So, here we are at this convention to remind ourselves where we come from and to claim the future for ourselves and for our children. Today our great Democratic Party, which has saved this nation from depression, from fascism, from racism, from corruption, is called upon to do it again — this time to save the nation from confusion and division, from the threat of eventual fiscal disaster, and most of all from the fear of a nuclear holocaust.
That’s not going to be easy. Mo Udall is exactly right — it won’t be easy. And in order to succeed, we must answer our opponent’s polished and appealing rhetoric with a more telling reasonableness and rationality.
We must win this case on the merits. We must get the American public to look past the glitter, beyond the showmanship to the reality, the hard substance of things. And we’ll do it not so much with speeches that sound good as with speeches that are good and sound; not so much with speeches that will bring people to their feet as with speeches that will bring people to their senses. We must make — We must make the American people hear our “Tale of Two Cities.” We must convince them that we don’t have to settle for two cities, that we can have one city, indivisible, shining for all of its people.
Now, we will have no chance to do that if what comes out of this convention is a babel of arguing voices. If that’s what’s heard throughout the campaign, dissident sounds from all sides, we will have no chance to tell our message. To succeed we will have to surrender some small parts of our individual interests, to build a platform that we can all stand on, at once, and comfortably — proudly singing out. We need — We need a platform we can all agree to so that we can sing out the truth for the nation to hear, in chorus, its logic so clear and commanding that no slick Madison Avenue commercial, no amount of geniality, no martial music will be able to muffle the sound of the truth.
And we Democrats must unite. We Democrats must unite so that the entire nation can unite, because surely the Republicans won’t bring this country together. Their policies divide the nation into the lucky and the left-out, into the royalty and the rabble. The Republicans are willing to treat that division as victory. They would cut this nation in half, into those temporarily better off and those worse off than before, and they would call that division recovery.
Now, we should not — we should not be embarrassed or dismayed or chagrined if the process of unifying is difficult, even wrenching at times. Remember that, unlike any other Party, we embrace men and women of every color, every creed, every orientation, every economic class. In our family are gathered everyone from the abject poor of Essex County in New York, to the enlightened affluent of the gold coasts at both ends of the nation. And in between is the heart of our constituency — the middle class, the people not rich enough to be worry-free, but not poor enough to be on welfare; the middle class — those people who work for a living because they have to, not because some psychiatrist told them it was a convenient way to fill the interval between birth and eternity. White collar and blue collar. Young professionals. Men and women in small business desperate for the capital and contracts that they need to prove their worth.

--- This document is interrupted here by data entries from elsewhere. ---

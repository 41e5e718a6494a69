using AlgebraNotebook.Exact.Polynomials;
using AlgebraNotebook.Exact.Scalars;
using AlgebraNotebook.Exact.Symbols;
using static AlgebraNotebook.Exact.Tests.Polynomials.PolynomialTestData;

namespace AlgebraNotebook.Exact.Tests.Polynomials;

public class GroebnerBasisTests
{
    private static MonomialOrder Order(MonomialOrderKind kind, params string[] ranking) => new(kind, ranking.Select(Symbol.Of));

    private static void AssertBasis(IEnumerable<string> expected, QuotientRing<Rational> ring)
    {
        var want = expected.Select(Q).ToHashSet();
        var got = ring.GroebnerBasis.ToHashSet();
        Assert.True(want.SetEquals(got), $"expected basis {{{string.Join(", ", want)}}}, got {{{string.Join(", ", got)}}}");
    }

    [Fact]
    public void Reduced_basis_of_the_grlex_textbook_example()
    {
        // Cox, Little & O'Shea, Ideals, Varieties, and Algorithms (4th ed.), Section 2.7, Example 1:
        // <x^3 - 2xy, x^2 y - 2y^2 + x> under grlex with x > y has reduced basis {x^2, xy, y^2 - x/2}.
        var ring = new QuotientRing<Rational>(
            [Q("x^3 - 2 x y"), Q("x^2 y - 2 y^2 + x")], order: Order(MonomialOrderKind.GradedLexicographic, "x", "y"));
        AssertBasis(["x^2", "x y", "y^2 - 1/2 x"], ring);
    }

    [Fact]
    public void Twisted_cubic_in_lex_order()
    {
        // Cox, Little & O'Shea (4th ed.), Chapter 2 (twisted cubic, from memory): <y - x^2, z - x^3> under lex
        // x > y > z has reduced basis {x^2 - y, xy - z, xz - y^2, y^3 - z^2}; under lex y > z > x the generators
        // y - x^2, z - x^3 already form the reduced basis.
        var lexXyz = new QuotientRing<Rational>(["y = x^2", "z = x^3"], order: Order(MonomialOrderKind.Lexicographic, "x", "y", "z"));
        AssertBasis(["x^2 - y", "x y - z", "x z - y^2", "y^3 - z^2"], lexXyz);

        var lexYzx = new QuotientRing<Rational>(["y = x^2", "z = x^3"], order: Order(MonomialOrderKind.Lexicographic, "y", "z", "x"));
        AssertBasis(["y - x^2", "z - x^3"], lexYzx);
    }

    [Fact]
    public void Lex_basis_triangularises_the_sphere_paraboloid_plane_system()
    {
        // Cox, Little & O'Shea (4th ed.), Section 2.8, Example 2 (from memory): x^2 + y^2 + z^2 = 1, x^2 + z^2 = y,
        // x = z under lex x > y > z give the basis {x - z, -y + 2z^2, z^4 + z^2/2 - 1/4} (here made monic).
        var ring = new QuotientRing<Rational>(
            ["x^2 + y^2 + z^2 = 1", "x^2 + z^2 = y", "x = z"], order: Order(MonomialOrderKind.Lexicographic, "x", "y", "z"));
        AssertBasis(["x - z", "y - 2 z^2", "z^4 + 1/2 z^2 - 1/4"], ring);
    }

    [Fact]
    public void Basis_elements_are_monic_and_mutually_reduced()
    {
        // Definition of a reduced Groebner basis: Cox, Little & O'Shea (4th ed.), Section 2.7, Definition 4.
        var ring = new QuotientRing<Rational>(["x^2 y + z = 1", "x y^2 - z^2 = x", "x y z = 2"]);
        foreach (var g in ring.GroebnerBasis)
        {
            Assert.True(g.LeadingCoefficient(ring.Order).IsOne, $"{g} is not monic");
            foreach (var h in ring.GroebnerBasis.Where(h => !ReferenceEquals(h, g)))
            {
                Assert.DoesNotContain(g.Terms, t => h.LeadingMonomial(ring.Order).Divides(t.Monomial));
            }
        }
    }

    [Fact]
    public void S_polynomials_of_the_basis_reduce_to_zero()
    {
        // Buchberger's criterion: Cox, Little & O'Shea (4th ed.), Section 2.6, Theorem 6.
        var random = new Random(41);
        var symbols = new[] { S("ga"), S("gb"), S("gc") };
        for (var k = 0; k < Iterations(15); k++)
        {
            var relations = Enumerable.Range(0, 3).Select(_ => RandomPolynomial(random, symbols, RandomRational, maxTerms: 3)).ToList();
            QuotientRing<Rational> ring;
            try
            {
                ring = new QuotientRing<Rational>(relations);
            }
            catch (ExactArgumentException)
            {
                continue; // inconsistent random relations
            }

            var basis = ring.GroebnerBasis;
            for (var i = 0; i < basis.Count; i++)
            {
                for (var j = i + 1; j < basis.Count; j++)
                {
                    var (mi, ci) = basis[i].LeadingTerm(ring.Order);
                    var (mj, cj) = basis[j].LeadingTerm(ring.Order);
                    var lcm = Monomial.Lcm(mi, mj);
                    var s = basis[i].MultiplyByTerm(ci.Reciprocal(), lcm.DivideBy(mi)) - basis[j].MultiplyByTerm(cj.Reciprocal(), lcm.DivideBy(mj));
                    var (_, r) = s.DivideWithRemainder(basis, ring.Order);
                    Assert.True(r.IsZero, $"S({basis[i]}, {basis[j]}) leaves {r}; relations {string.Join("; ", relations)}");
                }
            }

            foreach (var relation in relations)
            {
                Assert.True(ring.Contains(relation), $"relation {relation} is not in its own ideal");
            }
        }
    }

    [Fact]
    public void Criteria_variant_agrees_with_the_plain_reference_variant()
    {
        var random = new Random(42);
        var symbols = new[] { S("ha"), S("hb"), S("hc") };
        var orders = new[]
        {
            MonomialOrder.Default,
            new MonomialOrder(MonomialOrderKind.Lexicographic, symbols),
            new MonomialOrder(MonomialOrderKind.GradedLexicographic, symbols.Reverse()),
        };
        for (var k = 0; k < Iterations(20); k++)
        {
            var relations = Enumerable.Range(0, random.Next(1, 4))
                .Select(_ => RandomPolynomial(random, symbols, RandomRational, maxTerms: 3))
                .Where(p => !p.IsZero).ToList();
            var order = orders[random.Next(orders.Length)];
            var input = relations.Select(p => GroebnerAlgorithms<Rational>.FromPolynomial(p, order)).ToList();
            var fast = GroebnerAlgorithms<Rational>.BuchbergerWithCriteria(input, order, GroebnerLimits.Default, out _);
            var plain = GroebnerAlgorithms<Rational>.BuchbergerPlain(input, order, GroebnerLimits.Default, out _);
            Assert.True(Same(fast, plain), $"variants disagree for relations {string.Join("; ", relations)} under {order}");
        }
    }

    [Fact]
    public void Reduced_basis_does_not_depend_on_how_the_relations_are_listed()
    {
        // Uniqueness of the reduced Groebner basis: Cox, Little & O'Shea (4th ed.), Section 2.7, Theorem 5.
        var random = new Random(43);
        var relations = new[] { Q("x^2 y + z - 1"), Q("x y^2 - z^2 - x"), Q("y z - x + 2") };
        var reference = new QuotientRing<Rational>(relations).GroebnerBasis;
        for (var k = 0; k < Iterations(10); k++)
        {
            // Shuffle, rescale and add multiples of the others: the ideal is unchanged.
            var shuffled = relations.OrderBy(_ => random.Next()).ToArray();
            var combined = shuffled.Select(p => p.Scale(new Rational(random.Next(1, 5), random.Next(1, 5)))).ToArray();
            combined[0] += combined[1] * Q("x - 3");
            var basis = new QuotientRing<Rational>(combined).GroebnerBasis;
            Assert.True(reference.SequenceEqual(basis), $"input [{string.Join("; ", combined)}] gave {string.Join(", ", basis)}");
        }
    }

    [Fact]
    public void Cyclic_three_roots_basis_is_found_under_lex()
    {
        // Cyclic 3-roots x+y+z, xy+yz+zx, xyz-1 (a standard benchmark system; common practice). Its reduced lex basis for
        // x > y > z is {x + y + z, y^2 + yz + z^2, z^3 - 1} (Newton identities give z^3 = xyz = 1; from memory).
        var ring = new QuotientRing<Rational>(
            ["x + y + z", "x y + y z + z x", "x y z = 1"], order: Order(MonomialOrderKind.Lexicographic, "x", "y", "z"));
        AssertBasis(["x + y + z", "y^2 + y z + z^2", "z^3 - 1"], ring);
    }

    [Fact]
    public void Exceeding_a_limit_reports_beyond_capability()
    {
        var relations = new[] { "x^3 y + z^2 = 1", "y^3 z + x^2 = 2", "z^3 x + y^2 = 3" };
        var error = Assert.Throws<BeyondCapabilityException>(
            () => new QuotientRing<Rational>(relations, limits: new GroebnerLimits { MaxPairsReduced = 2 }));
        Assert.Contains("MaxPairsReduced", error.Message, StringComparison.Ordinal);
        var degree = Assert.Throws<BeyondCapabilityException>(
            () => new QuotientRing<Rational>(relations, limits: new GroebnerLimits { MaxDegree = 4 }));
        Assert.Contains("MaxDegree", degree.Message, StringComparison.Ordinal);
        var size = Assert.Throws<BeyondCapabilityException>(
            () => new QuotientRing<Rational>(relations, limits: new GroebnerLimits { MaxBasisSize = 4 }));
        Assert.Contains("MaxBasisSize", size.Message, StringComparison.Ordinal);
        Assert.Throws<ExactArgumentException>(() => new QuotientRing<Rational>(relations, limits: new GroebnerLimits { MaxBasisSize = 0 }));
    }

    private static bool Same(List<GroebnerAlgorithms<Rational>.Poly> a, List<GroebnerAlgorithms<Rational>.Poly> b)
    {
        static Polynomial<Rational> P(GroebnerAlgorithms<Rational>.Poly p) =>
            Polynomial<Rational>.FromTerms(p.Monomials.Zip(p.Coefficients));
        return a.Count == b.Count && a.Select(P).ToHashSet().SetEquals(b.Select(P));
    }
}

We speak for the minorities who have not yet entered the mainstream. We speak for ethnics who want to add their culture to the magnificent mosaic that is America. We speak — We speak for women who are indignant that this nation refuses to etch into its governmental commandments the simple rule “thou shalt not sin against equality,” a rule so simple —
I was going to say, and I perhaps dare not but I will. It’s a commandment so simple it can be spelled in three letters: E.R.A.

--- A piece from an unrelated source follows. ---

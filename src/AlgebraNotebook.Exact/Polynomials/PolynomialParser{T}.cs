using AlgebraNotebook.Exact.Parsing;
using AlgebraNotebook.Exact.Scalars;
using AlgebraNotebook.Exact.Symbols;

namespace AlgebraNotebook.Exact.Polynomials;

We speak — We speak for young people demanding an education and a future. We speak for senior citizens. We speak for senior citizens who are terrorized by the idea that their only security, their Social Security, is being threatened. We speak for millions of reasoning people fighting to preserve our environment from greed and from stupidity. And we speak for reasonable people who are fighting to preserve our very existence from a macho intransigence that refuses to make intelligent attempts to discuss the possibility of nuclear holocaust with our enemy. They refuse. They refuse, because they believe we can pile missiles so high that they will pierce the clouds and the sight of them will frighten our enemies into submission.
Now we’re proud of this diversity as Democrats. We’re grateful for it. We don’t have to manufacture it the way the Republicans will next month in Dallas, by propping up mannequin delegates on the convention floor. But we, while we’re proud of this diversity, we pay a price for it. The different people that we represent have different points of view. And sometimes they compete and even debate, and even argue. That’s what our primaries were all about. But now the primaries are over and it is time, when we pick our candidates and our platform here, to lock arms and move into this campaign together.

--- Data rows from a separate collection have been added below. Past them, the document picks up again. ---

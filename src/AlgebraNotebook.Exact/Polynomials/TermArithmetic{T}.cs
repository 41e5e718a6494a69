using AlgebraNotebook.Exact.Scalars;

namespace AlgebraNotebook.Exact.Polynomials;

/// <summary>
/// Arithmetic on sparse term arrays sorted in descending order under a given monomial order, without zero
/// coefficients. Shared by <see cref="Polynomial{T}"/> (sorted by <see cref="MonomialOrder.Default"/>) and the
/// Groebner-basis code (sorted by the ring's order).
/// </summary>
internal static class TermArithmetic<T>
    where T : IFieldElement<T>
{
    /// <summary>
    /// Returns a[aStart..] + factor * shift * b, merged in descending order. <paramref name="factor"/> must be non-zero.
    /// Multiplying by a monomial keeps the order of b's terms (monomial orders are compatible with multiplication).
    /// </summary>
    public static (Monomial[] Monomials, T[] Coefficients) AddScaledShifted(
        Monomial[] am, T[] ac, int aStart, Monomial[] bm, T[] bc, T factor, Monomial shift, MonomialOrder order)
    {
        var capacity = am.Length - aStart + bm.Length;
        var rm = new Monomial[capacity];
        var rc = new T[capacity];
        var count = 0;
        int i = aStart, j = 0;
        var unitFactor = factor.IsOne;
        var noShift = shift.IsOne;
        Monomial? current = j < bm.Length ? (noShift ? bm[0] : bm[0] * shift) : null;
        while (i < am.Length && current is not null)
        {
            var c = order.CompareCore(am[i], current);
            if (c > 0)
            {
                rm[count] = am[i];
                rc[count++] = ac[i++];
            }
            else if (c < 0)
            {
                rm[count] = current;
                rc[count++] = unitFactor ? bc[j] : factor * bc[j];
                j++;
                current = j < bm.Length ? (noShift ? bm[j] : bm[j] * shift) : null;
            }
            else
            {
                var sum = ac[i] + (unitFactor ? bc[j] : factor * bc[j]);
                if (!sum.IsZero)
                {
                    rm[count] = am[i];
                    rc[count++] = sum;
                }

                i++;
                j++;
                current = j < bm.Length ? (noShift ? bm[j] : bm[j] * shift) : null;
            }
        }

        while (i < am.Length)
        {
            rm[count] = am[i];
            rc[count++] = ac[i++];
        }

        while (current is not null)
        {
            rm[count] = current;
            rc[count++] = unitFactor ? bc[j] : factor * bc[j];
            j++;
            current = j < bm.Length ? (noShift ? bm[j] : bm[j] * shift) : null;
        }

        if (count < capacity)
        {
            Array.Resize(ref rm, count);
            Array.Resize(ref rc, count);
        }

        return (rm, rc);
    }

    /// <summary>The product of two sorted term arrays.</summary>
    public static (Monomial[] Monomials, T[] Coefficients) Multiply(Monomial[] am, T[] ac, Monomial[] bm, T[] bc, MonomialOrder order)
    {
        if (am.Length == 0 || bm.Length == 0)
        {
            return ([], []);
        }

        if (am.Length < bm.Length)
        {
            (am, ac, bm, bc) = (bm, bc, am, ac);
        }

        if (bm.Length == 1)
        {
            return AddScaledShifted([], [], 0, am, ac, bc[0], bm[0], order);
        }

        var sums = new Dictionary<Monomial, T>(am.Length * bm.Length);
        for (var i = 0; i < am.Length; i++)
        {
            for (var j = 0; j < bm.Length; j++)
            {
                var m = am[i] * bm[j];
                var c = ac[i] * bc[j];
                sums[m] = sums.TryGetValue(m, out var old) ? old + c : c;
            }
        }

        return FromUnsorted(sums, order);
    }

    /// <summary>Sorts collected terms and drops zero coefficients.</summary>
    public static (Monomial[] Monomials, T[] Coefficients) FromUnsorted(IEnumerable<KeyValuePair<Monomial, T>> terms, MonomialOrder order)
    {
        var monomials = new List<Monomial>();
        var coefficients = new List<T>();
        foreach (var (m, c) in terms)
        {
            if (!c.IsZero)
            {
                monomials.Add(m);
                coefficients.Add(c);
            }
        }

        var rm = monomials.ToArray();
        var rc = coefficients.ToArray();
        Array.Sort(rm, rc, order.Descending);
        return (rm, rc);
    }

    /// <summary>Re-sorts terms that are sorted under another order (no combining needed: monomials are distinct).</summary>
    public static (Monomial[] Monomials, T[] Coefficients) Resort(Monomial[] monomials, T[] coefficients, MonomialOrder order)
    {
        var rm = (Monomial[])monomials.Clone();
        var rc = (T[])coefficients.Clone();
        Array.Sort(rm, rc, order.Descending);
        return (rm, rc);
    }

    /// <summary>Every coefficient multiplied by a non-zero factor.</summary>
    public static T[] Scale(T[] coefficients, T factor)
    {
        var result = new T[coefficients.Length];
        for (var k = 0; k < result.Length; k++)
        {
            result[k] = coefficients[k] * factor;
        }

        return result;
    }
}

If you need any more inspiration to put some small part of your own difference aside to create this consensus, then all you need to do is to reflect on what the Republican policy of divide and cajole has done to this land since 1980. Now the President has asked the American people to judge him on whether or not he’s fulfilled the promises he made four years ago. I believe, as Democrats, we ought to accept that challenge. And just for a moment let us consider what he has said and what he’s done.
Inflation — Inflation is down since 1980, but not because of the supply-side miracle promised to us by the President. Inflation was reduced the old-fashioned way: with a recession, the worst since 1932. Now how did we — We could have brought inflation down that way. How did he do it? 55,000 bankruptcies; two years of massive unemployment; 200,000 farmers and ranchers forced off the land; more homeless — more homeless than at any time since the Great Depression in 1932; more hungry, in this world of enormous affluence, the United States of America, more hungry; more poor, most of them women. And — And he paid one other thing, a nearly 200 billion dollar deficit threatening our future.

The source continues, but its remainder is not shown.